Benjamin Black
causes trouble here.

See also the archive & talks.

An individual post follows.

Service Level Disagreements

Vijay posted a (better late than never) rebuttal to a post from November last year by Joe Weinman of AT&T. I agree with all the points Vijay makes, and want to focus in on a particular area of Joe’s article:

(4) SLAs with financial penalties – Not only won’t enterprises accept “Well, after all, it’s still in beta” as an excuse for service outages, they demand meaningful SLAs (service level agreements) with clear metrics for evaluating achievement of those SLAs, backed up by monitoring and management systems, and financial penalties such as credits or refunds if service levels aren’t met. A “free” or low-cost service with questionable delivery quality is about as attractive to a CIO as an offer of free neurosurgery from someone who just skimmed a blog on how to do it in three easy steps.

Ah, the mighty service level agreement! The tooth and claw by which the wily customer brings the vendor to heel. Get the SLA right and you, the customer, can sit back and relax, safe in the knowledge that should there be an outage, you are covered. Your business is protected from harm by the warm, experienced embrace of a big, stable telco. Pinch me, I must be dreaming.

Vijay refers to SLAs as “an actuarial game”. The situation is rather worse than that. The trouble is that many intelligent people mistake an SLA for an insurance policy. It most definitely is not.

An insurance policy is purchased for a price, often based on actuarial tables, that reflects the risk of the policy being paid out and the size of the pay out. The value of the policy is that it is a hedge: in the event of a claim, the holder is compensated for (approximately) the full value lost. The insurance industry is predicated on most policy holders paying far more over the life of their policies than they are paid out, and on there not being catastrophic events that cause simultaneous claims by a large number of policy holders.

A service level agreement does not work this way. An SLA is not a hedge against the business impact of an outage: it is a refund policy. The maximum value of an SLA ‘claim’ is your monthly bill. The cost to your business of an SLA failure is likely to be far higher, but you will not be compensated for that loss. A six hour service outage might cost your small business 10,000 dollars. receiving a 500 dollar service credit is cold comfort.

SLA failures become more common as you move up the stack from the rigid, extremely well-characterized, layer 1 telco sweet spot. Outages that impact large sections of your customer base simultaneously are inevitable in large-scale, shared software infrastructure. If SLAs were insurance policies, vendors would quickly be out of business.

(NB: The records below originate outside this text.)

/**
 * The report's regimen proposals, drawn when the scenario has a `propose` block:
 * proposeRegimens (models/regimen/propose.ts) run in the report's thread, the best fifteen
 * of the ranked table with how many regimens were searched, the targets, the ranking rule,
 * the meaning of the time to the window, and the caution that proposals are model outputs
 * for a clinician's review.
 */
import { PROPOSAL_CAUTION, proposeRegimens, type Proposal, type ProposeResult } from '../../models/regimen/propose.ts';
import type { Outcome } from '../../models/scenario/problems.ts';
import { bullet, drawSectionCaution } from './section-text.ts';
import { ensureSpace, font, heading, palette, paragraph, type } from './document.ts';
import { fmt, unitText } from './format.ts';
import { drawTable, type Cell } from './table.ts';

/** Rows the report prints; the command line and the API give all. */
export const REPORT_PROPOSALS = 15;

export function runReportProposals(scenario: unknown, hasPropose: boolean): Outcome<ProposeResult> | null {
  return hasPropose ? proposeRegimens(scenario) : null;
}

function loading(p: Proposal, amount: string): string {
  if (!p.loading) return '—';
  return `${fmt(p.loading.amount)} ${unitText(amount)}${p.loading.firstTroughMet ? '' : '\n(first trough missed)'}`;
}

function met(p: Proposal): Cell {
  const n = p.targetsMet.filter(Boolean).length;
  return { text: `${p.targetsMet.map((m, i) => `${i + 1}${m ? '✓' : '✗'}`).join(' ')}`, bold: p.allMet, ...(n < p.targetsMet.length ? { color: palette.warning } : {}) };
}

function toWindow(p: Proposal, unit: string): string {
  if (!p.allMet) return '—';
  const plain = p.timeToWindow === null ? 'not reached' : `${fmt(p.timeToWindow)} ${unit}`;
  return p.loading ? `${plain}\n${p.loading.timeToWindow === null ? 'not reached' : `${fmt(p.loading.timeToWindow)} ${unit}`} loaded` : plain;
}

/** Draws the section; `number` is its section number. */
export function drawProposalsSection(doc: PDFKit.PDFDocument, outcome: Outcome<ProposeResult>, number: string): void {
  const title = `${number}  Regimen proposals`;
  heading(doc, title, 1, 160);
  doc.outline.addItem(title);
  if (!outcome.ok) {
    drawSectionCaution(doc, 'Caution — regimen proposals', [PROPOSAL_CAUTION]);
    paragraph(doc, 'The proposals could not be computed:', { color: palette.warning });
    for (const p of outcome.problems) bullet(doc, `${p.path}: ${p.message}`, palette.warning);
    return;
  }
  const r = outcome.value;
  drawSectionCaution(doc, 'Caution — regimen proposals', [r.caution]);
  const u = r.units;
  const s = r.searched;
  const shown = r.proposals.slice(0, REPORT_PROPOSALS);
  paragraph(
    doc,
    `${s.amounts} amounts × ${s.intervals} intervals × ${s.durations} infusion durations = ${s.regimens} regimens searched, each solved to steady state on the scenario's model (${s.method}; ${s.steadyStateSolves} steady-state solves, ${s.intervalsSimulated} dosing intervals simulated from empty). ${shown.length < r.proposals.length ? `The best ${shown.length} of ${r.proposals.length} are shown.` : `All ${r.proposals.length} are shown.`}`,
    { size: type.small },
  );
  // The targets stay with the table's first rows.
  ensureSpace(doc, 14 * r.targets.length + 150);
  paragraph(doc, 'Targets (numbered as in the table)', { size: type.small, face: font.bold, after: 1 });
  r.targets.forEach((t, i) => paragraph(doc, `${i + 1}. ${unitText(t)}`, { size: type.small, indent: 6, after: 1 }));
  const c = unitText(u.concentration);
  drawTable(doc, {
    caption: 'Ranked proposals at steady state',
    columns: [
      { header: 'Rank', width: 0.45, align: 'right' },
      { header: `Amount (${unitText(u.amount)})`, width: 0.75, align: 'right' },
      { header: `Every (${u.time})`, width: 0.6, align: 'right' },
      { header: `Infusion (${u.time})`, width: 0.7, align: 'right' },
      { header: 'Loading dose', width: 0.95, align: 'right' },
      { header: `Trough (${c})`, width: 0.75, align: 'right' },
      { header: `Peak (${c})`, width: 0.7, align: 'right' },
      { header: `AUC24\n(${unitText(u.auc)})`, width: 0.9, align: 'right' },
      { header: 'Targets met', width: 0.85 },
      { header: 'Time to the window', width: 0.85, align: 'right' },
    ],
    size: type.tiny + 0.3,
    zebra: true,
    rows: shown.map((p) => [
      { text: String(p.rank), bold: p.rank === 1 },
      { text: fmt(p.amount), bold: p.rank === 1 },
      { text: fmt(p.interval), bold: p.rank === 1 },
      p.duration > 0 ? fmt(p.duration) : '—',
      loading(p, u.amount),
      fmt(p.steadyState?.trough),
      fmt(p.steadyState?.peak),
      fmt(p.steadyState?.auc24),
      met(p),
      toWindow(p, u.time),
    ]),
    footnote: `Trough, peak and AUC24 at steady state in the compartment of the first target. ✓/✗: each target met or missed, numbered as listed above. Time to the window: ${r.timeToWindowDefinition.replace(/\bnull\b/, '"not reached"')}; "loaded" with the loading dose first; — when the steady state misses a target (the window is never reached).`,
  });
  const notes = shown.filter((p) => p.note !== null);
  for (const p of notes) bullet(doc, `Rank ${p.rank}: ${p.note}`, palette.warning);
  paragraph(doc, `Ranking rule: ${r.rankingRule}.`, { size: type.small, color: palette.muted });
}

Given this, the question remains: how do you achieve confidence in the availability of the services on which your business relies? The answer is to use multiple vendors for the same services. This is already common practice in other areas: internet connection multihoming, multiple CDN vendors, multiple ad networks, etc. The cloud does not change this. If you want high availability, you’re going to have to work for it.